• _Raw data_:

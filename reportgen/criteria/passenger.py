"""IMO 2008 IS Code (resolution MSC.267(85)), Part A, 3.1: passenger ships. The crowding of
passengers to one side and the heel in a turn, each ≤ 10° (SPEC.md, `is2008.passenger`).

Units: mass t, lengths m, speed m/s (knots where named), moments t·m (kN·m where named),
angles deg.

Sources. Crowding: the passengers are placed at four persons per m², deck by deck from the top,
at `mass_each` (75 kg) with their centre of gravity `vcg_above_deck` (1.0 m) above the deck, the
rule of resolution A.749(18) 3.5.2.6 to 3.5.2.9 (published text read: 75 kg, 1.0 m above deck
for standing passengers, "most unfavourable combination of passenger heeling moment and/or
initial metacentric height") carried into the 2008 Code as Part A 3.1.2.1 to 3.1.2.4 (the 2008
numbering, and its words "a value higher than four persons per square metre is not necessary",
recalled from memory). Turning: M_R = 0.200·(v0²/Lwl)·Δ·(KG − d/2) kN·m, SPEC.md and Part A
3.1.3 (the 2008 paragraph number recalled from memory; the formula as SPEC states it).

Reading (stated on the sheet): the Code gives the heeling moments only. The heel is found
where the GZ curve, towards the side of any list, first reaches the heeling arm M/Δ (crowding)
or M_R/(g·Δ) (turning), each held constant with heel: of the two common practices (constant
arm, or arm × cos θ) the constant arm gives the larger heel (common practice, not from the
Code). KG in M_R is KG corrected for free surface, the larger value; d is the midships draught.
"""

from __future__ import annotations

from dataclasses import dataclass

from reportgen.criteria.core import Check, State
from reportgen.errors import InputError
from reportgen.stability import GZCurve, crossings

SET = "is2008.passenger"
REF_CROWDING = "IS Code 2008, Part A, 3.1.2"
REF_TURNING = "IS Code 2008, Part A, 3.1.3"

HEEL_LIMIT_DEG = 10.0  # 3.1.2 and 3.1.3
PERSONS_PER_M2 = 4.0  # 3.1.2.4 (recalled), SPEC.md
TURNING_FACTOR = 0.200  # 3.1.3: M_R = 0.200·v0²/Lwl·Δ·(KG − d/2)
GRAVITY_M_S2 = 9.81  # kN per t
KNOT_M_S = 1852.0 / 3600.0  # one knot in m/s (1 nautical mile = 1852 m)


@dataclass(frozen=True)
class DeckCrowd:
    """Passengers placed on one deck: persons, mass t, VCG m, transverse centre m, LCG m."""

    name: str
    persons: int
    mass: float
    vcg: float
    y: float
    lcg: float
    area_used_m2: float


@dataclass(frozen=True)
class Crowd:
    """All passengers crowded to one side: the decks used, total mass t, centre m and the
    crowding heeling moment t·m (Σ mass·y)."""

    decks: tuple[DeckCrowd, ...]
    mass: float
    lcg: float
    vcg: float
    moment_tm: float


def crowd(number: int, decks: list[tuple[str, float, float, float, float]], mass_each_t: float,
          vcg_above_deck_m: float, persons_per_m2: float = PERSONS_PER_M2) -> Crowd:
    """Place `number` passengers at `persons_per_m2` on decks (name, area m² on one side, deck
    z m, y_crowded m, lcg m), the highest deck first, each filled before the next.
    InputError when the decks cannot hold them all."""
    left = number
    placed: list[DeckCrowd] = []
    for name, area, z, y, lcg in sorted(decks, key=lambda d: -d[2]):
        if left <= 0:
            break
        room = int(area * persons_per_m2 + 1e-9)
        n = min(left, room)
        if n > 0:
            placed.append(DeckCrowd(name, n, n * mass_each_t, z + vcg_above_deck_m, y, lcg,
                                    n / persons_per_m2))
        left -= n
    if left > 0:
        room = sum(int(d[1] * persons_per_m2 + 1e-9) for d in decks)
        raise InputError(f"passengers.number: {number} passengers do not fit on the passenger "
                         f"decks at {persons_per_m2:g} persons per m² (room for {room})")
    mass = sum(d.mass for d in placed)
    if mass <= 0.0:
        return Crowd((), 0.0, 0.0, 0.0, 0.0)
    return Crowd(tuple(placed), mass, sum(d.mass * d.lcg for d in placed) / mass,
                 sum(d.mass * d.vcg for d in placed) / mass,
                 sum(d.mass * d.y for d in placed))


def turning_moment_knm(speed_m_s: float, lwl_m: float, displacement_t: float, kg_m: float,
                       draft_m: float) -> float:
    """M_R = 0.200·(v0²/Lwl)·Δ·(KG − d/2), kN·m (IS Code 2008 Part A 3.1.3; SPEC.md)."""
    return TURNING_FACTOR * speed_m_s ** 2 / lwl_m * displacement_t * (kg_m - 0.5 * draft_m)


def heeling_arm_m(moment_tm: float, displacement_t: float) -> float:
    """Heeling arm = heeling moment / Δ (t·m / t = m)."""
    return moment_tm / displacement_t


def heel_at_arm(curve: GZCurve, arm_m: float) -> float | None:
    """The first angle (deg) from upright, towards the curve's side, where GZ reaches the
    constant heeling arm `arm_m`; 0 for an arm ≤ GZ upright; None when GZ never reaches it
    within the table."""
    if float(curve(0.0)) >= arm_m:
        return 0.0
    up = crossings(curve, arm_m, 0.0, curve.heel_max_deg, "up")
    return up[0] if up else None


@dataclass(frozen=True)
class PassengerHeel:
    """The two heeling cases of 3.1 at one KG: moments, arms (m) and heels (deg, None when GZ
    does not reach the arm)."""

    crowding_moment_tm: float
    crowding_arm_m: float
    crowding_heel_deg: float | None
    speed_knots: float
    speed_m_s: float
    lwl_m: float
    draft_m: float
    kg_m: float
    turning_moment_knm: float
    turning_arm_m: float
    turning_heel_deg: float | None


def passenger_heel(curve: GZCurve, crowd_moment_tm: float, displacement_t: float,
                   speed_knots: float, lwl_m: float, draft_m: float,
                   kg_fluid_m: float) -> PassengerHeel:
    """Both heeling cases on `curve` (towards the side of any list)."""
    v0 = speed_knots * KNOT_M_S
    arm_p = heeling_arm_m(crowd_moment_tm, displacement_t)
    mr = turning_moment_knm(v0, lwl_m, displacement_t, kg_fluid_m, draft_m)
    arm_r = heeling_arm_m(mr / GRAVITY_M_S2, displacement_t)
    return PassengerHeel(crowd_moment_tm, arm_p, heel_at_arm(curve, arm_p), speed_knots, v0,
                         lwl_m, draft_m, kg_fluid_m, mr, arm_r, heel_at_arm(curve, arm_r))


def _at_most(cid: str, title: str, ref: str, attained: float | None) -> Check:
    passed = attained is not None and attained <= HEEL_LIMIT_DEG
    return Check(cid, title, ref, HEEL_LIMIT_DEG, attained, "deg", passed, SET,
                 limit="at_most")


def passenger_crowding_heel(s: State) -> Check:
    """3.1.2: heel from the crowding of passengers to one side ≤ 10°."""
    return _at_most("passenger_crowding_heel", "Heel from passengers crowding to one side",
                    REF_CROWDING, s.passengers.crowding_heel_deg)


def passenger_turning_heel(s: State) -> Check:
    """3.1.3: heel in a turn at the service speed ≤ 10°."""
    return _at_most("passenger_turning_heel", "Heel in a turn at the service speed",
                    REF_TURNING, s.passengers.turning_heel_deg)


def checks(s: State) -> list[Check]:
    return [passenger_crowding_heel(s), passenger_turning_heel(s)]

• _Assignment_: Each line from the material above that mentions the word "Check" needs to be copied.

• _Response_:
from reportgen.criteria.core import Check, State
def _at_most(cid: str, title: str, ref: str, attained: float | None) -> Check:
    return Check(cid, title, ref, HEEL_LIMIT_DEG, attained, "deg", passed, SET,
def passenger_crowding_heel(s: State) -> Check:
def passenger_turning_heel(s: State) -> Check:
def checks(s: State) -> list[Check]:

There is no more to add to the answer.